Mr. Brown said he expected the jobs picture to dim further in coming months as the city absorbed the loss of several thousand jobs at Bear Stearns, the big investment bank that collapsed in March.

And Wall Street, the bellwether of the city’s economy, is clearly shrinking. The local securities industry lost about 1,400 jobs in the last year, according to the state.

“What we’re starting to see now is the hit to the financial sector that didn’t show up as soon as construction declined nationally,” said James Parrott, chief economist in Manhattan for the Fiscal Policy Institute, a liberal-leaning research group that examines tax, budget and economic public policy in New York State. “Now the decline has spread to the broader securities industry that’s centered in New York City and feeds a lot of activity in the region.”

Many economists, including Mr. Parrott, track the actual counts of people collecting benefits because they view them as a more accurate measure of economic hardship than the unemployment rate, which is often revised later. In the last several weeks, those rolls have been growing at a fast clip.

In New York City, the number of people receiving unemployment checks rose almost 15 percent in May, to 58,500, Mr. Brown said. In April, that number had increased just 6 percent.

Statewide, the number of people collecting unemployment rose 13 percent in May. In New Jersey, the increase in May was more than 10 percent. In Connecticut in the last two weeks of May, the increase was 16 percent.

Gladys Bright, who lives in the Clinton Hill section of Brooklyn, could be joining that group soon. Ms. Bright, 50, said she was laid off in late May from her custodial job at a post office in Lower Manhattan, where she was classified as a “casual worker” and had been laid off from time to time.

On Wednesday, she was still waiting to hear if she would receive unemployment benefits. The last time she collected unemployment, she received $323 a week after taxes, she said, adding that she expected to receive about the same amount this time.

In the meantime, she said she would limit her spending and try to find a permanent job, despite the state of the economy.

“It’s very bad because they’re laying off a lot of people from different companies,” Ms. Bright said. “The economy is bad. Everything is on the rise, like food,” she said, adding, “You have to cut back on stuff.”

Marvin Finkelstein is closer to the other end of the financial bridge between jobs. Mr. Finkelstein, 57, has been collecting unemployment for four months since he was dismissed after six years as a substitute teacher in the city’s public schools.

“It’s tough. I have a lot less than what I did,” he said, as tears welled in his eyes. “I cut back on luxuries. And I live on whatever savings I have.”

Mr. Finkelstein, who was searching for a job at the Workforce1 Career Center in Brooklyn on Wednesday, said he had been receiving $278 a week in benefits, barely enough to cover the $897 monthly rent on his one-bedroom apartment in Flushing, Queens.

He was uncertain what he would do if he did not find work before his checks ran out. The standard limit to unemployment benefits is 26 weeks, though Democrats in Congress have been pushing for a 13-week extension.

On Thursday, the House approved a bipartisan war-financing bill that included the 13-week extension of benefits.

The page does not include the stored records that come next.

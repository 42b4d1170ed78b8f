// The password rule, shown beside every password form and enforced by the server (server/utils/password-strength.ts).
export const PASSWORD_MIN_LENGTH = 12
export const PASSWORD_RULE = `At least ${PASSWORD_MIN_LENGTH} characters, not on a list of common passwords, not built from your name or e-mail, and not easy to guess (repeated characters, sequences, keyboard rows, dates). A few unrelated words make a good password.`
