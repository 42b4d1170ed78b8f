// The route matrix the API tests walk is the product's own access map (shared/access.ts).
export { API_ACCESS as MATRIX, type Who } from '../../shared/access'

Gov. David A. Paterson of New York and Gov. Jon S. Corzine of New Jersey sent letters to Congress in April urging passage of the extension. In New Jersey, David J. Socolow, the state’s commissioner of labor and work force development, said the need is becoming dire as a rapidly growing number of people exhaust their benefits.

In the last three months, benefits have run out for more than 45 percent of the people collecting unemployment in New Jersey, Mr. Socolow said. That is a higher rate than in any of the previous 24 months. At the same time, the average period during which people stayed on unemployment benefits has risen to more than 18.3 weeks from fewer than 18 weeks last year.

“People are taking longer to find a job,” Mr. Socolow said. “When you see that it’s creeping up for a few extra weeks, that’s not out of laziness on the part of the worker.”